I had to drop a tranny in a '93 940 na to find out what busted out a chunk of the inspection cover at 70MPH. It ended up being a rear seal carrier plate screw that vibrated loose, and at high velocity tumbled around the bell housing driven by the torque converter until it shot out. This led me to the use of Loctite 242 on many these screws missing lock washers.

I did not have to touch the exhaust or the wiring except a few on the tranny. Partial recall…4-six ton jacks as high as they can go, remove the cooler lines and clamps at the tranny, disconnect the shifter linkage, disconnect the kick down cable at the throttle and the countless things nate mentioned that I forgot such as removing the distributor cap to allow a little engine tilt. You will need 3 feet or so of 1/2 extensions and a universal, one person to hold the 18mm socket and one person to turn the breaker bar. I supported the engine slightly at the rear of the oil pan with a small jack and used a cheap tranny jack. I still had to wrestle the tranny off the jack to get it out from under the car. Oh yeah, remember to put the engine at TDC first and mark the flywheel after removing the tranny.

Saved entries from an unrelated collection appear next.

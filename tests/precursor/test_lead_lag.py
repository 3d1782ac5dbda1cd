"""The lead-lag analysis: sign of the lead, planted leads, what is refused, and each part of the result."""

from __future__ import annotations

import numpy as np
import pytest
import xarray as xr
from scipy import stats
from scipy.signal import lfilter

from profiles import lead_lag
from profiles.config import LeadLagSettings
from profiles.errors import DataError, RequestError

NAN = np.nan
QUICK = LeadLagSettings(draws=200)


def red(generator, months, memory):
    noise = generator.standard_normal(months + 200)
    return (lfilter([1.0], [1.0, -memory], noise) * np.sqrt(1.0 - memory**2))[200:]


@pytest.fixture(scope="module")
def planted():
    """A red predictor, and a target that follows it by six months in half of its variance."""
    generator = np.random.default_rng(8)
    signal = red(generator, 486, 0.9)
    target = np.sqrt(0.5) * (signal[:-6] + red(generator, 480, 0.9))
    months = (np.datetime64("2031-01") + np.arange(480)).astype("datetime64[ns]")
    return tuple(
        xr.DataArray(values, dims="time", coords={"time": months}, name=name, attrs={"units": units})
        for values, name, units in ((signal[6:], "volume", "m3"), (target, "index", "degree_Celsius"))
    )


@pytest.fixture(scope="module")
def found(planted):
    return lead_lag(*planted, range(-24, 25), settings=QUICK)


def test_a_planted_lead_is_found_within_its_interval(found):
    assert found["peak_lead_lower"] <= 6.0 <= found["peak_lead_upper"]
    assert found["peak_lead_upper"] - found["peak_lead_lower"] < 3.0
    assert int(found["correlation"].argmax("lead")) == 30
    assert found["precursor_lead"] == found["peak_lead"]


def test_a_positive_lead_means_that_the_predictor_comes_first(planted):
    predictor, target = planted
    found = lead_lag(predictor, target, [-6, 0, 6], settings=QUICK)
    ahead = stats.linregress(predictor.values[:-6], target.values[6:])
    behind = stats.linregress(predictor.values[6:], target.values[:-6])
    np.testing.assert_allclose(found["correlation"].sel(lead=[6, -6]), [ahead.rvalue, behind.rvalue])
    np.testing.assert_allclose(found["regression_slope"].sel(lead=[6, -6]), [ahead.slope, behind.slope])
    assert found["pair_count"].values.tolist() == [474, 480, 474]


def test_turning_the_two_about_turns_the_leads(planted):
    predictor, target = planted
    one = lead_lag(predictor, target, [-6, 0, 6], settings=QUICK)
    other = lead_lag(target, predictor, [-6, 0, 6], settings=QUICK)
    for name in ("correlation", "effective_size", "deciding_p_value"):
        np.testing.assert_allclose(one[name].values, other[name].values[::-1])


def test_the_deciding_test_is_far_stricter_than_counting_months(planted, found):
    at_peak = found.sel(lead=6)
    assert 30.0 < at_peak["effective_size"] < 120.0 < at_peak["pair_count"]
    naive = stats.linregress(planted[0].values[:-6], planted[1].values[6:])
    assert naive.pvalue < at_peak["deciding_p_value"] < 0.05
    assert at_peak["significant"] == 1
    assert at_peak["correlation_lower"] > 0.0
    assert naive.stderr < at_peak["regression_slope_error"]


def test_significant_is_what_the_deciding_test_says(found):
    np.testing.assert_array_equal(found["significant"], found["deciding_p_value"] <= 0.05)
    assert "decides" in found["deciding_p_value"].attrs["long_name"]
    assert "shown beside" in found["bootstrap_p_value"].attrs["long_name"]
    assert found["significant_count"] == found["significant"].sum()


def test_bootstrap_stands_beside(found):
    at_peak = found.sel(lead=6)
    assert at_peak["bootstrap_lower"] < at_peak["correlation"] < at_peak["bootstrap_upper"]
    assert at_peak["bootstrap_p_value"] == pytest.approx(2.0 / 201.0)
    assert (found["bootstrap_lower"] <= found["bootstrap_upper"]).all()


def test_the_planted_field_is_significant_and_an_independent_one_is_not(planted, found):
    assert found["field_p_value"] == pytest.approx(1.0 / 201.0)
    generator = np.random.default_rng(10)
    other = planted[1].copy(data=red(generator, 480, 0.9))
    nothing = lead_lag(planted[0], other, settings=QUICK)
    assert nothing["field_p_value"] > 0.05
    assert nothing["deciding_p_value"].min() < nothing["field_p_value"]


def test_by_starting_month_is_that_month_of_the_predictor(planted, found):
    predictor, target = planted
    # March starts: predictor of March, target of September; 2031-03 is month 2 of the record.
    place = np.arange(2, 474, 12)
    expected = stats.linregress(predictor.values[place], target.values[place + 6])
    march = found.sel(starting_month=3, lead=6)
    assert march["correlation_by_month"] == pytest.approx(expected.rvalue)
    assert march["pair_count_by_month"] == place.size == 40
    # A year apart little is left of the memory: 0.9^12 = 0.28, twice in the product.
    assert 30.0 < march["effective_size_by_month"] <= 40.0


def test_a_month_with_too_few_years_is_missing_and_counted(planted):
    short = [series.isel(time=slice(0, 110)) for series in planted]  # 9 or 10 of each calendar month
    found = lead_lag(*short, [0], settings=QUICK)
    counts = found["pair_count_by_month"].squeeze().values
    assert set(counts) == {9, 10}
    np.testing.assert_array_equal(np.isnan(found["correlation_by_month"].squeeze()), counts < 10)


def test_both_signs_of_a_linear_response_have_its_slope(found):
    one = found.sel(lead=6)
    for sign in ("positive", "negative"):
        part = one.sel(sign=sign)
        error = float(part["regression_slope_error_by_sign"])
        assert abs(float(part["regression_slope_by_sign"] - np.sqrt(0.5))) < 3.0 * error


def test_windows_show_where_the_lead_changes():
    # For 20 years the target follows by three months, for 20 by nine.
    generator = np.random.default_rng(11)
    signal = red(generator, 480, 0.9)
    follows = np.concatenate([np.roll(signal, 3)[:240], np.roll(signal, 9)[240:]])
    months = (np.datetime64("2031-01") + np.arange(480)).astype("datetime64[ns]")
    predictor, target = (
        xr.DataArray(values, dims="time", coords={"time": months})
        for values in (signal, follows + 0.3 * red(generator, 480, 0.5))
    )
    found = lead_lag(predictor, target, settings=QUICK)
    leads = found["peak_lead_in_window"].values
    assert found.sizes["window"] == 26  # (480 - 180) / 12 + 1
    assert leads[0] == pytest.approx(3.0, abs=0.6)
    assert leads[-1] == pytest.approx(9.0, abs=0.6)
    assert found["window_last"].values[0].astype("datetime64[M]") == np.datetime64("2045-12")


def test_a_record_shorter_than_a_window_has_none(planted):
    found = lead_lag(*(series.isel(time=slice(0, 150)) for series in planted), settings=QUICK)
    assert not [name for name in found.variables if "window" in str(name)]


def test_the_same_series_give_the_same_numbers(planted, found):
    xr.testing.assert_identical(lead_lag(*planted, range(-24, 25), settings=QUICK), found)


def test_gaps_are_passed_over(planted, found):
    predictor, target = (series.copy() for series in planted)
    predictor[100:106] = NAN
    target[300] = NAN
    gappy = lead_lag(predictor, target, settings=QUICK)
    assert gappy["pair_count"].sel(lead=0) == 473
    assert gappy["correlation"].sel(lead=6) == pytest.approx(float(found["correlation"].sel(lead=6)), abs=0.03)


def test_only_common_months_count(planted):
    predictor, target = planted
    found = lead_lag(predictor.isel(time=slice(0, 400)), target.isel(time=slice(100, None)), [0], settings=QUICK)
    assert found["pair_count"] == 300
    assert found.attrs["months"] == "2039-05 to 2064-04"


def test_slopes_have_the_units_of_both(found):
    assert found["regression_slope"].attrs["units"] == "degree_Celsius / (m3)"
    assert found["regression_slope_by_sign"].attrs["units"] == "degree_Celsius / (m3)"


def test_no_positive_lead_gives_no_precursor(planted):
    found = lead_lag(*planted, [-3, -2, -1], settings=QUICK)
    assert np.isnan(found["precursor_lead"])
    assert found["peak_lead"] == -1.0


@pytest.mark.parametrize(
    "leads",
    [[], [0.5, 1.5], [3, 1], [1, 1], [[0, 1]], ["a"]],
    ids=["none", "halves", "order", "twice", "table", "text"],
)
def test_what_is_no_list_of_leads_is_refused(planted, leads):
    with pytest.raises(RequestError, match="not a list of leads; expected whole months, ascending, each once"):
        lead_lag(*planted, leads)


def test_a_lead_beyond_the_record_has_no_correlation(planted):
    found = lead_lag(*(series.isel(time=slice(0, 60)) for series in planted), [-70, 0, 59], settings=QUICK)
    assert np.isfinite(found["correlation"].values).tolist() == [False, True, False]
    assert found["pair_count"].values.tolist() == [0, 60, 1]


@pytest.mark.parametrize("months", [2, 10, 23])
def test_too_short_a_record_says_how_many_months_are_effective(planted, months):
    short = [series.isel(time=slice(0, months)) for series in planted]
    message = rf"too short .*expected 6 or more effective months.* found \d+\.\d effective of {months} months"
    with pytest.raises(DataError, match=message):
        lead_lag(*short, settings=QUICK)


def test_a_long_record_of_slow_series_is_too_short_too():
    # Straight lines: neighbours say the same, however many there are.
    months = (np.datetime64("2031-01") + np.arange(60)).astype("datetime64[ns]")
    slow = [xr.DataArray(np.cos(np.arange(60) / step), dims="time", coords={"time": months}) for step in (30.0, 40.0)]
    with pytest.raises(DataError, match=r"found \d\.\d effective of 60 months with both values, 2031-01 to 2035-12"):
        lead_lag(*slow, settings=QUICK)


def test_series_apart_constant_gappy_or_in_kelvin_are_refused(planted):
    predictor, target = planted
    late = target.assign_coords(time=target["time"] + np.timedelta64(365 * 60, "D"))
    with pytest.raises(DataError, match="do not overlap"):
        lead_lag(predictor, late.isel(time=slice(0, 1)).reindex(time=late["time"][:2], fill_value=1.0))
    with pytest.raises(DataError, match="predictor volume: the series is constant"):
        lead_lag(xr.full_like(predictor, 3.0), target)
    with pytest.raises(DataError, match="target index: months are left out"):
        lead_lag(predictor, target.isel(time=np.delete(np.arange(480), 40)))
    with pytest.raises(DataError, match="target index: the temperatures are not in °C"):
        lead_lag(predictor, target + 300.0)
    with pytest.raises(DataError, match="target index: a value that stands for 'missing'"):
        lead_lag(predictor, target.where(target["time"] != target["time"][7], -99.99))
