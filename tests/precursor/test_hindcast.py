"""The hindcast: folds, that nothing leaks, categories, what is refused."""

from __future__ import annotations

import numpy as np
import pytest
import xarray as xr
from hypothesis import given
from hypothesis import strategies as st

from profiles.config import HindcastSettings
from profiles.errors import DataError, RequestError
from profiles.precursor import anomalies, hindcast, monthly_series, running_mean
from profiles.precursor.hindcast import (
    blocks,
    categories,
    category_probabilities,
    category_shares,
    effective_months,
    folds,
    spread_by_month,
    standardised,
)

SMALL = HindcastSettings(longest_lead=3, spread_blocks=4)


@given(years=st.integers(3, 30), first=st.integers(0, 11), gap=st.integers(1, 24))
def test_no_month_near_a_fold_is_fitted_on_and_every_month_is_forecast_once(years: int, first: int, gap: int) -> None:
    year = (np.arange(12 * years) + first) // 12
    place = np.arange(year.size)
    for scheme in ("years_out", "expanding"):
        made = folds(year, gap, scheme)  # type: ignore[arg-type]
        assert (np.sum([fold.held for fold in made], axis=0) == 1).all()
        for fold in made:
            distance = np.abs(place[fold.used][:, None] - place[fold.held]).min(axis=1, initial=10**6)
            assert (distance > gap).all()
            if scheme == "expanding":
                assert not (fold.used & (place > place[fold.held][0])).any()
            else:
                assert fold.used.sum() >= year.size - 12 - 2 * gap


def test_blocks_hold_every_month_once_and_keep_their_distance() -> None:
    used = np.ones(120, bool)
    used[40:70] = False
    made = blocks(used, 5, 6)
    np.testing.assert_array_equal(np.sum([part.held for part in made], axis=0), used)
    for part in made:
        near = np.convolve(part.held, np.ones(13), "same") > 0.0
        assert not (part.used & near).any()
        assert not (part.used & ~used).any()


def changed(series: xr.DataArray, where: np.ndarray) -> xr.DataArray:
    return series.copy(data=np.where(where, series.values + 7.0 * np.sin(np.arange(series.size)), series.values))


@pytest.mark.parametrize("scheme", ["years_out", "expanding"])
def test_forecasts_of_a_year_know_nothing_of_it_but_the_month_they_start_from(make_record: object, scheme: str) -> None:
    settings = HindcastSettings(longest_lead=3, spread_blocks=4, scheme=scheme)  # type: ignore[arg-type]
    index, predictors = make_record(16, 2)  # type: ignore[operator]
    place = np.arange(index.size)
    first = 12 * 12
    start = first + 4  # a month within the year that is forecast
    # Everything changes from the lead before the year to the lead after it, save the month of the start.
    near = (place >= first - 3) & (place < first + 12 + 3) & (place != start)
    before = hindcast(index, predictors, settings=settings)
    after = hindcast(
        changed(index, near), {name: changed(one, near) for name, one in predictors.items()}, settings=settings
    )
    for lead in (1, 2, 3):
        target = {"lead": lead - 1, "time": start + lead}
        for name in ("forecast", "spread", "probability"):
            np.testing.assert_array_equal(after[name].isel(target), before[name].isel(target), err_msg=name)
    # From another start within the year they differ, and forecasts of the next year differ by what was fitted.
    assert not np.allclose(
        after["forecast"].isel(lead=0, time=first + 2)[1:], before["forecast"].isel(lead=0, time=first + 2)[1:]
    )
    later = {"lead": 0, "time": first + 30}
    assert not np.allclose(after["spread"].isel(later), before["spread"].isel(later))


def test_an_expanding_window_does_not_see_later_years(make_record: object) -> None:
    settings = HindcastSettings(longest_lead=3, spread_blocks=4, scheme="expanding")
    index, predictors = make_record(14, 2)  # type: ignore[operator]
    later = np.arange(index.size) >= 12 * 11
    before = hindcast(index, predictors, settings=settings).isel(time=slice(12 * 11))
    after = hindcast(
        changed(index, later), {name: changed(one, later) for name, one in predictors.items()}, settings=settings
    ).isel(time=slice(12 * 11))
    xr.testing.assert_equal(before, after)
    # Eight years have to precede a year, and the gap of three months: the tenth is the first with a forecast.
    given_years = (
        np.isfinite(before["forecast"].sel(forecaster="regression", lead=1)).values.reshape(-1, 12).all(axis=1)
    )
    np.testing.assert_array_equal(np.flatnonzero(given_years), [9, 10])


def test_white_noise_has_no_skill() -> None:
    random = np.random.default_rng(4)
    time = np.arange("1981-01", "2011-01", dtype="datetime64[M]").astype("M8[ns]")
    index, volume = (monthly_series(random.standard_normal(360), time, name=name) for name in ("index", "volume"))
    made = hindcast(index, {"volume": volume}, settings=SMALL)
    error = ((made["forecast"] - made["observed"]) ** 2).mean("time")
    skill = (1.0 - error / error.sel(forecaster="climatology")).sel(forecaster=["damped_persistence", "regression"])
    # Six coefficients, hardly drawn to zero, on 330 months: 2 % is lost, to about as much.
    assert -0.08 < float(skill.min()) < 0.0
    assert float(skill.max()) < 0.02


def test_the_volume_gives_skill_where_it_leads(made: xr.Dataset) -> None:
    error = ((made["forecast"] - made["observed"]) ** 2).mean("time")
    skill = 1.0 - error / error.sel(forecaster="damped_persistence")
    # exp(-6/20) cos and sin of 6 months in 39: of the variance persistence explains 0.55 * 0.32, with the volume 0.55:
    # the skill over damped persistence tends to 1 - 0.45 / 0.82 = 0.45 at 6 months.
    assert float(skill.sel(forecaster="recharge", lead=6)) == pytest.approx(0.45, abs=0.15)
    assert float(skill.sel(forecaster="combined", lead=6)) > 0.2


def test_stated_spread_is_that_of_the_errors(made: xr.Dataset) -> None:
    square = (((made["forecast"] - made["observed"]) / made["spread"]) ** 2).mean("time")
    # 30 years hold some 20 independent errors: 1 to about a third.
    assert np.abs(square.sel(forecaster="combined") - 1.0).max() < 0.35


def test_probabilities_are_of_categories_that_exclude_each_other(made: xr.Dataset) -> None:
    total = made["probability"].sum("category", skipna=False)
    assert np.isfinite(total).sum() > 0
    np.testing.assert_allclose(total.values[np.isfinite(total.values)], 1.0)
    assert float(made["probability"].min()) >= 0.0


def test_the_first_months_have_no_forecast(made: xr.Dataset) -> None:
    known = np.isfinite(made["forecast"].sel(forecaster="combined"))
    for lead in (1, 4, 6):
        assert int(np.argmax(known.sel(lead=lead).values)) == lead


def test_a_gap_costs_the_forecasts_that_start_in_it(record: tuple) -> None:
    index, predictors = record
    gappy = index.copy()
    gappy[100:103] = np.nan
    made = hindcast(gappy, {"volume": predictors["volume"]}, settings=SMALL)
    combined = made["forecast"].sel(forecaster="combined")
    for lead in (1, 2, 3):
        missing = np.flatnonzero(~np.isfinite(combined.sel(lead=lead).values[lead:])) + lead
        np.testing.assert_array_equal(missing, np.arange(100, 103) + lead)
    assert not np.isfinite(made["observed"].values[100:103]).any()
    assert (made["observed_category"].values[100:103] == -1).all()


def test_without_a_volume_regression_stands_alone(record: tuple) -> None:
    index, predictors = record
    made = hindcast(index[:192], {"tilt": predictors["tilt"][:192]}, settings=SMALL)
    assert list(made["forecaster"].values) == ["climatology", "persistence", "damped_persistence", "regression"]


def test_units_of_the_series_do_not_matter(make_record: object) -> None:
    index, predictors = make_record(14, 3)  # type: ignore[operator]
    before = hindcast(index, predictors, settings=SMALL)
    scaled = {name: one * 1e-3 + 5.0 for name, one in predictors.items()}
    after = hindcast(index - 20.0, scaled, settings=SMALL)
    np.testing.assert_allclose(after["forecast"], before["forecast"], atol=1e-9)


def test_a_trend_is_taken_off_where_asked(make_record: object) -> None:
    index, predictors = make_record(14, 3)  # type: ignore[operator]
    drift = 0.01 * np.arange(index.size)
    plain, drifting = (
        hindcast(one, predictors, settings=SMALL, detrend=True)
        for one in (index, index.copy(data=index.values + drift))
    )
    np.testing.assert_allclose(drifting["observed"], plain["observed"], atol=1e-9)
    np.testing.assert_allclose(drifting["forecast"], plain["forecast"], atol=1e-9)


def test_standardised_anomalies_are_those_of_fit_anomaly_over_a_smoothed_scale(record: tuple) -> None:
    index, _ = record
    found = standardised([index], np.ones(index.size, bool), detrend=False)
    np.testing.assert_allclose(found.anomaly, anomalies(index).values)
    own = anomalies(index).groupby(anomalies(index)["time"].dt.month).std(ddof=1).values
    # January's is the root mean square of December's, January's and February's.
    assert found.scale[0] == pytest.approx(np.sqrt((own[11] ** 2 + own[0] ** 2 + own[1] ** 2) / 3.0))


def test_categories_by_the_threshold() -> None:
    anomaly = np.array([-0.5, -0.49, 0.0, 0.5, 2.0, np.nan])
    np.testing.assert_array_equal(categories(anomaly, 0.5), [0, 1, 1, 2, 2, -1])


def test_category_probabilities_of_a_wide_and_of_a_sharp_forecast() -> None:
    # With many degrees of freedom normal: P(Z > 0.5) = 0.3085; a forecast of +2 with spread 0.5: P(Z > -3) = 0.99865.
    found = category_probabilities(np.array([0.0, 2.0]), np.array([1.0, 0.5]), 1e6, 0.5)
    np.testing.assert_allclose(found[0], [0.30854, 0.38292, 0.30854], atol=1e-4)
    np.testing.assert_allclose(found[1], [0.0, 0.00135, 0.99865], atol=1e-4)


def test_category_shares_count_a_month_and_its_neighbours() -> None:
    month = np.arange(48) % 12
    anomaly = np.where(month == 0, 1.0, 0.0)
    shares = category_shares(anomaly, month, 0.5)
    # In December, January and February 4 of 12 months are warm; with one more of each (1, 9, 5) of 15.
    np.testing.assert_allclose(shares[0], np.array([1.0, 9.0, 5.0]) / 15.0)
    np.testing.assert_allclose(shares[5], np.array([1.0, 13.0, 1.0]) / 15.0)


def test_spread_is_half_the_season_half_the_year() -> None:
    month = np.arange(120) % 12
    departures = np.where(month == 6, 3.0, 1.0)[None]
    # All: (11 + 9) / 12; June to August: (1 + 9 + 1) / 3.
    spread = spread_by_month(departures, month)
    assert spread[0, 6] ** 2 == pytest.approx(0.5 * (20.0 / 12.0 + 11.0 / 3.0))
    assert spread[0, 0] ** 2 == pytest.approx(0.5 * (20.0 / 12.0 + 1.0))


def test_effective_months_of_noise_and_of_red_noise() -> None:
    random = np.random.default_rng(2)
    time = np.arange("1901-01", "2001-01", dtype="datetime64[M]").astype("M8[ns]")
    white = monthly_series(random.standard_normal(1200), time, name="white")
    red = white.copy(data=np.zeros(1200))
    for month in range(1, 1200):
        red[month] = 0.8 * red.values[month - 1] + white.values[month]
    assert effective_months(white) == pytest.approx(1200.0, rel=0.05)
    # (1 - 0.64) / (1 + 0.64) = 0.2195 of 1200 is 263.
    assert effective_months(red) == pytest.approx(263.0, rel=0.25)


def test_a_record_of_six_years_is_too_short_and_its_effective_months_are_told(record: tuple) -> None:
    index, predictors = record
    short = {name: one[:72] for name, one in predictors.items()}
    with pytest.raises(
        DataError, match=r"too short for a hindcast; expected 96 months .* in every series, \d+ effective"
    ):
        hindcast(index[:72], short)


@pytest.mark.parametrize("lead", [1, 12, 24])
@pytest.mark.parametrize("scheme", ["years_out", "expanding"])
def test_the_shortest_record_that_is_not_refused_gives_a_hindcast(record: tuple, lead: int, scheme: str) -> None:
    settings = HindcastSettings(longest_lead=lead, scheme=scheme)  # type: ignore[arg-type]
    index, predictors = record
    # Training months that are asked for, twelve that are forecast, and the leads on one side or on both.
    years = -(-(96 + 2 * max(lead - 12, 0) + 12 + (1 if scheme == "expanding" else 2) * lead) // 12)
    short = {name: one[: 12 * years] for name, one in predictors.items()}
    made = hindcast(index[: 12 * years], short, settings=settings)
    assert np.isfinite(made["forecast"].sel(forecaster="combined", lead=1)).sum() >= 12
    with pytest.raises(DataError, match="too short for a hindcast"):
        hindcast(
            index[: 12 * (years - 1)], {name: one[: 12 * (years - 1)] for name, one in short.items()}, settings=settings
        )


def test_a_centred_mean_is_refused(record: tuple) -> None:
    index, predictors = record
    smooth = running_mean(predictors["volume"], 3, kind="centred")
    with pytest.raises(RequestError, match="a centred running mean knows the future"):
        hindcast(index, {"volume": smooth})


def test_the_index_is_no_predictor_of_its_own_name(record: tuple) -> None:
    index, _ = record
    with pytest.raises(RequestError, match="the index is a predictor already"):
        hindcast(index, {"index": index})


def test_series_that_do_not_overlap_are_refused(record: tuple) -> None:
    index, predictors = record
    with pytest.raises(DataError, match="the series do not overlap"):
        hindcast(index[:180], {"volume": predictors["volume"][180:]})


def test_a_constant_predictor_is_refused(record: tuple) -> None:
    index, predictors = record
    with pytest.raises(DataError, match="tilt: the series is constant"):
        hindcast(index, predictors | {"tilt": xr.zeros_like(index)})


def test_forecasts_without_a_block_know_nothing_of_it(make_record: object) -> None:
    index, predictors = make_record(15, 2)  # type: ignore[operator]
    settings = HindcastSettings(longest_lead=3, spread_blocks=4, block_years=5)
    place = np.arange(index.size)
    block = (place >= 60) & (place < 120)  # the second of three
    before = hindcast(index, predictors, settings=settings)
    after = hindcast(
        changed(index, block), {name: changed(one, block) for name, one in predictors.items()}, settings=settings
    )
    # Forecasts of years outside the block, from starts outside it, in its third month or later.
    outside = np.flatnonzero(~block & ((place < 60) | (place >= 123)))
    for name in ("forecast_without", "observed_without"):
        np.testing.assert_array_equal(
            after[name].isel(block=1, time=outside), before[name].isel(block=1, time=outside), err_msg=name
        )
        assert not np.allclose(
            after[name].isel(block=0, time=outside[-12:]), before[name].isel(block=0, time=outside[-12:])
        )
    # Months of the block itself are not forecast without it.
    assert np.isnan(before["forecast_without"].isel(block=1, time=np.flatnonzero(block))).all()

The seal had a slight dribble of oil which I think they all have. Of course I replaced it, with the carrier plate off the engine.

I think there is a discussion in the FAQ about disconnecting the exhaust to make more room to wiggle the tranny back. I did not have to touch it but the turbo exhaust may be an issue plus the 91SE is a slightly different animal in itself. (I can easily say that.)

As for engine mounts, I used a jack from the bottom but never again. Too many chances for the jack to slip with fingers in there. I have since cut up some 2X6s and 8s to lift the engine like this, http://www.brickboard.com/FAQ/700-900/SpecialTools.htm#EngineLiftandSupport

Don’t trust the jack stands with cheap casted posts and hidden cracks under the paint. Put logs, tires, or concrete blocks under the car just in case.